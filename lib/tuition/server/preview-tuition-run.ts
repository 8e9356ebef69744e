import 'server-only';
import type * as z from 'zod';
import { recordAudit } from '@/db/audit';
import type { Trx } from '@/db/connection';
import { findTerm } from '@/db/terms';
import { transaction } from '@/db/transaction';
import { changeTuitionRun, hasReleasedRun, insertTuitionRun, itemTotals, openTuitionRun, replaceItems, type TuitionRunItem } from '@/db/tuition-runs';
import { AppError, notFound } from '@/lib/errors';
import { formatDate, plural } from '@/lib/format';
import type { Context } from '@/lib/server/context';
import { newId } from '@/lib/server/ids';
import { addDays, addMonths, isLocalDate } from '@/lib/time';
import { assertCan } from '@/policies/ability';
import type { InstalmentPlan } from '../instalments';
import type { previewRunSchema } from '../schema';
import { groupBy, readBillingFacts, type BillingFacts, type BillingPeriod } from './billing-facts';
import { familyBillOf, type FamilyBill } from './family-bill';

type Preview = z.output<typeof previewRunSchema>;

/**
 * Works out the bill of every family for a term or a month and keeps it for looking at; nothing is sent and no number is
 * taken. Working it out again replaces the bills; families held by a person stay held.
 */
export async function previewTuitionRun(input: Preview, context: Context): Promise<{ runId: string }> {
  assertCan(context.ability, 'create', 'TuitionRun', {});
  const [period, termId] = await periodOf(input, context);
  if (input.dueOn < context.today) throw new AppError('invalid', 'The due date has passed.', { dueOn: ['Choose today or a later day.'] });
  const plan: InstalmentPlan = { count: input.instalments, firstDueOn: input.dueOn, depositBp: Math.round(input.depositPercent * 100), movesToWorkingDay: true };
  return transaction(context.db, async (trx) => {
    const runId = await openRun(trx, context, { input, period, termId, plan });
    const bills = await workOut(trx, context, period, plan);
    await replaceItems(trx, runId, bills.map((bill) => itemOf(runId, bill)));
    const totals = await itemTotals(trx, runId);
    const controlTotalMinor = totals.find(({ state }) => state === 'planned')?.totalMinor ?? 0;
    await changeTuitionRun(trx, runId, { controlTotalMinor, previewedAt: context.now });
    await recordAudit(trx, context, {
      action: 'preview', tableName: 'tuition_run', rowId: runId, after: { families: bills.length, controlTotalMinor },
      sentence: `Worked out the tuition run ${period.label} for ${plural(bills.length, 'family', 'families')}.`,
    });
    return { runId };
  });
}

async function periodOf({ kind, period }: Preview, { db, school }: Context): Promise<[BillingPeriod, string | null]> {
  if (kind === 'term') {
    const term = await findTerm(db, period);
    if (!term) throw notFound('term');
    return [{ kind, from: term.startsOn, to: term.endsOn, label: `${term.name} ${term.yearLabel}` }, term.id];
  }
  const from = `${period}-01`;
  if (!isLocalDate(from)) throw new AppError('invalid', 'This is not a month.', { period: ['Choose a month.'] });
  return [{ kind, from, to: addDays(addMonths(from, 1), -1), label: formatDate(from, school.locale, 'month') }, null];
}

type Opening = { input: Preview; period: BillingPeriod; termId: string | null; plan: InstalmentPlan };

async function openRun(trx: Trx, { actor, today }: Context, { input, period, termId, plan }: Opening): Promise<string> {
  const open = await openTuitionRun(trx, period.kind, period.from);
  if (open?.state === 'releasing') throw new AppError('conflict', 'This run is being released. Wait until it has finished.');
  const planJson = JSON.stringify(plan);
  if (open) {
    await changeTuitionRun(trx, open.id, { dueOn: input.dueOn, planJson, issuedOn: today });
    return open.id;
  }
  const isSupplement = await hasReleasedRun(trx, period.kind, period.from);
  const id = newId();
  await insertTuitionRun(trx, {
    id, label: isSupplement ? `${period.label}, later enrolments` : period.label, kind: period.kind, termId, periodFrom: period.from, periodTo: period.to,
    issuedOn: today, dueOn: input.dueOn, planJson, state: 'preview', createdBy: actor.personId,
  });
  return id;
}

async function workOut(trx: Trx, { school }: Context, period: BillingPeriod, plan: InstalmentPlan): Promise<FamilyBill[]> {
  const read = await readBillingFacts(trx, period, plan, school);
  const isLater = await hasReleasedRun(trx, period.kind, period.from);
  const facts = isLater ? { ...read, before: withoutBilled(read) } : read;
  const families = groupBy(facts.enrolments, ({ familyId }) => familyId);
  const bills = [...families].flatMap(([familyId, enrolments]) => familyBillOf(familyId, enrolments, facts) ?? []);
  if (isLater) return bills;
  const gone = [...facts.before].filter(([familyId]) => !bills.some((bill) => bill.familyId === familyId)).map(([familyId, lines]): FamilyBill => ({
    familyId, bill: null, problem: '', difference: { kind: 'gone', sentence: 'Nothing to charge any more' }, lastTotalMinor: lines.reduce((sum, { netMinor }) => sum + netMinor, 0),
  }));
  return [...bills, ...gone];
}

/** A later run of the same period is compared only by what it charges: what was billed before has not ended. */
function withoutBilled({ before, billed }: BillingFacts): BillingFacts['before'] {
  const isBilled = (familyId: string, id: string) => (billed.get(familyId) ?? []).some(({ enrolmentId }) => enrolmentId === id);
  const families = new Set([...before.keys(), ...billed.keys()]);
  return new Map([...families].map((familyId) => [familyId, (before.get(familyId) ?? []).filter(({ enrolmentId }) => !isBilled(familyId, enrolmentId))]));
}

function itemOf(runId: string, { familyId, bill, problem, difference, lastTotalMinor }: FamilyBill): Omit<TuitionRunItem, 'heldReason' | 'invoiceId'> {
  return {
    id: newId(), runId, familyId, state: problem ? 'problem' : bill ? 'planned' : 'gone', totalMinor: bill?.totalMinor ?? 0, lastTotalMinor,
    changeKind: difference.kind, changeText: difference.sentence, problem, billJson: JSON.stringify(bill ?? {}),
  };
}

...

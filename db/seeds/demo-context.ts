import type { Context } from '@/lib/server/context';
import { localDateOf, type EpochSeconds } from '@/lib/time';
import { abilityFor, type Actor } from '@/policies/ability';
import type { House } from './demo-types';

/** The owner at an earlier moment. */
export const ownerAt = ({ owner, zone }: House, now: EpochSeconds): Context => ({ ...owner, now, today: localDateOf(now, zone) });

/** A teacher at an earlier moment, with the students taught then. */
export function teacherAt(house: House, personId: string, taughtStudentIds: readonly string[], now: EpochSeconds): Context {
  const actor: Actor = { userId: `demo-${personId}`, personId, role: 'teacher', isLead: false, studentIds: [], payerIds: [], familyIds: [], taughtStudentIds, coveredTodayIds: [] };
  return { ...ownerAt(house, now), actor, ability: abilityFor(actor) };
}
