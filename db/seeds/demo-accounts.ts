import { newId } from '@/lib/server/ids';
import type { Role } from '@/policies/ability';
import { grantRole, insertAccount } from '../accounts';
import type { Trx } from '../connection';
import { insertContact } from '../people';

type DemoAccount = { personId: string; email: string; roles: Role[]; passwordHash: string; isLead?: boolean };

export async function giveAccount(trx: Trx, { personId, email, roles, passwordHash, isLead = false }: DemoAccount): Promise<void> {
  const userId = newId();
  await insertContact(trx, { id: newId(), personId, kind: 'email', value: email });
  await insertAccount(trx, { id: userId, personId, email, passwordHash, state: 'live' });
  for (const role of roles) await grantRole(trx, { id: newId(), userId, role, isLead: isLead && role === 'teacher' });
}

### [TASK STATEMENT]
Which lines in the data above hold the string "issuedOn"? Show each one.

### [EXERCISE RESULT]
    await changeTuitionRun(trx, open.id, { dueOn: input.dueOn, planJson, issuedOn: today });
    issuedOn: today, dueOn: input.dueOn, planJson, state: 'preview', createdBy: actor.personId,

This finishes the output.